On the move, the car is nicely refined and instantly likeable. The £1950 Performance Pack brings variable dampers, paddles behind the steering wheel for manual shifting, and a limited-slip differential. The damper modes are selected via the now-familiar Alfa DNA switch, which also affects other attributes such as the throttle and steering. In its regular setting the suspension gives a ride that’s firm but very well controlled, and there’s a sense that the taut shell is allowing it to get on with the job at hand.
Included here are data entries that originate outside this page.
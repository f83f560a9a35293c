/**
 * Spreadsheet formula injection: a CSV text cell whose first character is =, +, -, @, a tab, a
 * carriage return, a line feed or a NUL is evaluated as a formula by common spreadsheets
 * (OWASP, "CSV Injection"; OWASP ASVS 5.0 requirement 1.2.10 lists =, +, -, @, tab and NUL). The
 * usual defence, used here, is to prefix such a cell with an apostrophe, which spreadsheets take
 * as "this cell is text" and do not display. The full-width forms ＝ ＋ － ＠ are treated the same
 * (some spreadsheets convert them; from memory). A cell that already starts with apostrophes
 * before such a character gets one more, so that reading the file back (removing one apostrophe)
 * gives every cell exactly as it was.
 *
 * @module
 */

/** A cell that a spreadsheet could evaluate, after any apostrophes already there. */
const FORMULA_START = /^'*[=+\-@\t\r\n\0\uFF1D\uFF0B\uFF0D\uFF20]/;

/**
 * A text cell made safe to open in a spreadsheet: an apostrophe before a formula's first
 * character (see the module documentation).
 *
 * @param text The cell as it should read.
 * @returns The cell to write.
 *
 * @example
 * ```ts
 * import { neutraliseFormula, restoreFormula } from "@sonorigor/sonorigor";
 * import assert from "node:assert/strict";
 * assert.equal(neutraliseFormula("=HYPERLINK(\"x\")"), "'=HYPERLINK(\"x\")");
 * assert.equal(neutraliseFormula("-2"), "'-2");
 * assert.equal(neutraliseFormula("Dr A-B"), "Dr A-B");
 * assert.equal(neutraliseFormula("'=x"), "''=x"); // so that it reads back as written
 * assert.equal(restoreFormula(neutraliseFormula("'=x")), "'=x");
 * ```
 */
export function neutraliseFormula(text: string): string {
  return FORMULA_START.test(text) ? `'${text}` : text;
}

/**
 * A cell as read back: the apostrophe {@linkcode neutraliseFormula} adds is removed (the
 * spreadsheet convention for a text marker), every other cell is kept as written.
 *
 * @param cell The cell in the file.
 * @returns The cell's text.
 *
 * @example
 * ```ts
 * import { restoreFormula } from "@sonorigor/sonorigor";
 * import assert from "node:assert/strict";
 * assert.equal(restoreFormula("'+1+1"), "+1+1");
 * assert.equal(restoreFormula("'quoted'"), "'quoted'"); // no formula character: as written
 * ```
 */
export function restoreFormula(cell: string): string {
  return cell.charCodeAt(0) === 0x27 && FORMULA_START.test(cell) ? cell.slice(1) : cell;
}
With the optional 18-inch alloy wheels there’s an unyielding quality to the Alfa’s low-speed ride around town that a more generous tyre sidewall may mitigate, but it’s not something that anyone interested in a sports sedan would baulk at, and it’s more comfortable than a Jag XE.

What really gives the Giulia its own personality is its quick steering. It takes a period of acclimatisation, but it has a natural weight and feel and it’s not so extreme as to make the car feel nervous. You soon learn to make small, precise inputs, entirely in keeping with the inherent poise and fine balance of the chassis. It’s the sort of car that encourages a brisk, enthusiastic driving style almost everywhere.